* _DATA PROVIDED_
----------
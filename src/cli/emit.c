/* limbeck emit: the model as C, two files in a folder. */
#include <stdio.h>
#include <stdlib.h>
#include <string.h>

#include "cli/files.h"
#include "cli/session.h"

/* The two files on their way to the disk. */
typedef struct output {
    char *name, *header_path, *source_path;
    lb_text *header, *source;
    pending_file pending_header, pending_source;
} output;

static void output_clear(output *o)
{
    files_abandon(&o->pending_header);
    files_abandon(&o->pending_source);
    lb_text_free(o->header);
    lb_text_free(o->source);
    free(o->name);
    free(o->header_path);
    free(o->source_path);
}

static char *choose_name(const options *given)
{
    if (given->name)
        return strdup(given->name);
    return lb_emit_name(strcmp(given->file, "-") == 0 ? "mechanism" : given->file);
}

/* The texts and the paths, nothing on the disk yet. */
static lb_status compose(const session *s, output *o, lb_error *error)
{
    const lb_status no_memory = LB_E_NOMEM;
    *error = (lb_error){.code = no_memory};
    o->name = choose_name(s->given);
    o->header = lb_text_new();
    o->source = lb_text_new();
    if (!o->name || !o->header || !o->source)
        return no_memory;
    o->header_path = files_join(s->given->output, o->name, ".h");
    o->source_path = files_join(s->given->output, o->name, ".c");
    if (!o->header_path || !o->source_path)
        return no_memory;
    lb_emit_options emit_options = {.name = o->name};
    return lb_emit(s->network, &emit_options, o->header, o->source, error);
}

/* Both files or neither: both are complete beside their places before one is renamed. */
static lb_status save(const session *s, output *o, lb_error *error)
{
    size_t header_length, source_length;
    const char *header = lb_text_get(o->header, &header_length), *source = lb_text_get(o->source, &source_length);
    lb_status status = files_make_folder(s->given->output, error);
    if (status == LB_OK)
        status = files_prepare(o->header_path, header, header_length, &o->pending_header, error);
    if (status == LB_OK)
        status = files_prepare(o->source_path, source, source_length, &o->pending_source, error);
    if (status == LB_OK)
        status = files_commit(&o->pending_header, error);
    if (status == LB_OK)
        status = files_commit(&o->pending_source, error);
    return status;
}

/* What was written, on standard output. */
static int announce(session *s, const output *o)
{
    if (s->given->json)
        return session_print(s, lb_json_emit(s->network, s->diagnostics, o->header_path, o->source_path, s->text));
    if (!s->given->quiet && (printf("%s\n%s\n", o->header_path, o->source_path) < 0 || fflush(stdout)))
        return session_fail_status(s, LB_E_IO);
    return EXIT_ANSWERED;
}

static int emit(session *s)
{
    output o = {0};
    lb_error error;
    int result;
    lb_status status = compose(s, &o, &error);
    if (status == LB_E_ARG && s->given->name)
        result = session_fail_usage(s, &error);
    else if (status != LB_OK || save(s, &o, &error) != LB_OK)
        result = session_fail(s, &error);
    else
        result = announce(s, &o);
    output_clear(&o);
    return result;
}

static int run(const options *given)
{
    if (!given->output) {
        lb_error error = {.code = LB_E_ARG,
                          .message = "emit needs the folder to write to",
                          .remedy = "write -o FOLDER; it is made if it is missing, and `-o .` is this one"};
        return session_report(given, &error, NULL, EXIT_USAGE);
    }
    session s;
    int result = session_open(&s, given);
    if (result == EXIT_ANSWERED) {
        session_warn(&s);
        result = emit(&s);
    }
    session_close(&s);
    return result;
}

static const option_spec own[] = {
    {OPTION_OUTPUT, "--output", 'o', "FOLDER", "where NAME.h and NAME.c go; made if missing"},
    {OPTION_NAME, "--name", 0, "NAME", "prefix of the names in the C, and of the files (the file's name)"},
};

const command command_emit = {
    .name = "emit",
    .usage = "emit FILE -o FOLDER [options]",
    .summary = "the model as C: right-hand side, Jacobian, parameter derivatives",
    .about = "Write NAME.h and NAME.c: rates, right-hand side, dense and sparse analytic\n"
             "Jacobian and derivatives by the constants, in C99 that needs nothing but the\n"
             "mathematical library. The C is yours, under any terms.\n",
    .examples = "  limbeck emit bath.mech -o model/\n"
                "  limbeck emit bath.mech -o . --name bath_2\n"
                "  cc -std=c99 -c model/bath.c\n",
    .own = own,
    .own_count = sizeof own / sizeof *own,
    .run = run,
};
----------
* _TRY IT_
Output the full listing above without altering a single word.

* _ANSWER TO THIS PROBLEM_
filename src/cli/emit.c
/* limbeck emit: the model as C, two files in a folder. */
#include <stdio.h>
#include <stdlib.h>
#include <string.h>

#include "cli/files.h"
#include "cli/session.h"

/* The two files on their way to the disk. */
typedef struct output {
    char *name, *header_path, *source_path;
    lb_text *header, *source;
    pending_file pending_header, pending_source;
} output;

static void output_clear(output *o)
{
    files_abandon(&o->pending_header);
    files_abandon(&o->pending_source);
    lb_text_free(o->header);
    lb_text_free(o->source);
    free(o->name);
    free(o->header_path);
    free(o->source_path);
}

static char *choose_name(const options *given)
{
    if (given->name)
        return strdup(given->name);
    return lb_emit_name(strcmp(given->file, "-") == 0 ? "mechanism" : given->file);
}

/* The texts and the paths, nothing on the disk yet. */
static lb_status compose(const session *s, output *o, lb_error *error)
{
    const lb_status no_memory = LB_E_NOMEM;
    *error = (lb_error){.code = no_memory};
    o->name = choose_name(s->given);
    o->header = lb_text_new();
    o->source = lb_text_new();
    if (!o->name || !o->header || !o->source)
        return no_memory;
    o->header_path = files_join(s->given->output, o->name, ".h");
    o->source_path = files_join(s->given->output, o->name, ".c");
    if (!o->header_path || !o->source_path)
        return no_memory;
    lb_emit_options emit_options = {.name = o->name};
    return lb_emit(s->network, &emit_options, o->header, o->source, error);
}

/* Both files or neither: both are complete beside their places before one is renamed. */
static lb_status save(const session *s, output *o, lb_error *error)
{
    size_t header_length, source_length;
    const char *header = lb_text_get(o->header, &header_length), *source = lb_text_get(o->source, &source_length);
    lb_status status = files_make_folder(s->given->output, error);
    if (status == LB_OK)
        status = files_prepare(o->header_path, header, header_length, &o->pending_header, error);
    if (status == LB_OK)
        status = files_prepare(o->source_path, source, source_length, &o->pending_source, error);
    if (status == LB_OK)
        status = files_commit(&o->pending_header, error);
    if (status == LB_OK)
        status = files_commit(&o->pending_source, error);
    return status;
}

/* What was written, on standard output. */
static int announce(session *s, const output *o)
{
    if (s->given->json)
        return session_print(s, lb_json_emit(s->network, s->diagnostics, o->header_path, o->source_path, s->text));
    if (!s->given->quiet && (printf("%s\n%s\n", o->header_path, o->source_path) < 0 || fflush(stdout)))
        return session_fail_status(s, LB_E_IO);
    return EXIT_ANSWERED;
}

static int emit(session *s)
{
    output o = {0};
    lb_error error;
    int result;
    lb_status status = compose(s, &o, &error);
    if (status == LB_E_ARG && s->given->name)
        result = session_fail_usage(s, &error);
    else if (status != LB_OK || save(s, &o, &error) != LB_OK)
        result = session_fail(s, &error);
    else
        result = announce(s, &o);
    output_clear(&o);
    return result;
}

static int run(const options *given)
{
    if (!given->output) {
        lb_error error = {.code = LB_E_ARG,
                          .message = "emit needs the folder to write to",
                          .remedy = "write -o FOLDER; it is made if it is missing, and `-o .` is this one"};
        return session_report(given, &error, NULL, EXIT_USAGE);
    }
    session s;
    int result = session_open(&s, given);
    if (result == EXIT_ANSWERED) {
        session_warn(&s);
        result = emit(&s);
    }
    session_close(&s);
    return result;
}

static const option_spec own[] = {
    {OPTION_OUTPUT, "--output", 'o', "FOLDER", "where NAME.h and NAME.c go; made if missing"},
    {OPTION_NAME, "--name", 0, "NAME", "prefix of the names in the C, and of the files (the file's name)"},
};

const command command_emit = {
    .name = "emit",
    .usage = "emit FILE -o FOLDER [options]",
    .summary = "the model as C: right-hand side, Jacobian, parameter derivatives",
    .about = "Write NAME.h and NAME.c: rates, right-hand side, dense and sparse analytic\n"
             "Jacobian and derivatives by the constants, in C99 that needs nothing but the\n"
             "mathematical library. The C is yours, under any terms.\n",
    .examples = "  limbeck emit bath.mech -o model/\n"
                "  limbeck emit bath.mech -o . --name bath_2\n"
                "  cc -std=c99 -c model/bath.c\n",
    .own = own,
    .own_count = sizeof own / sizeof *own,
    .run = run,
};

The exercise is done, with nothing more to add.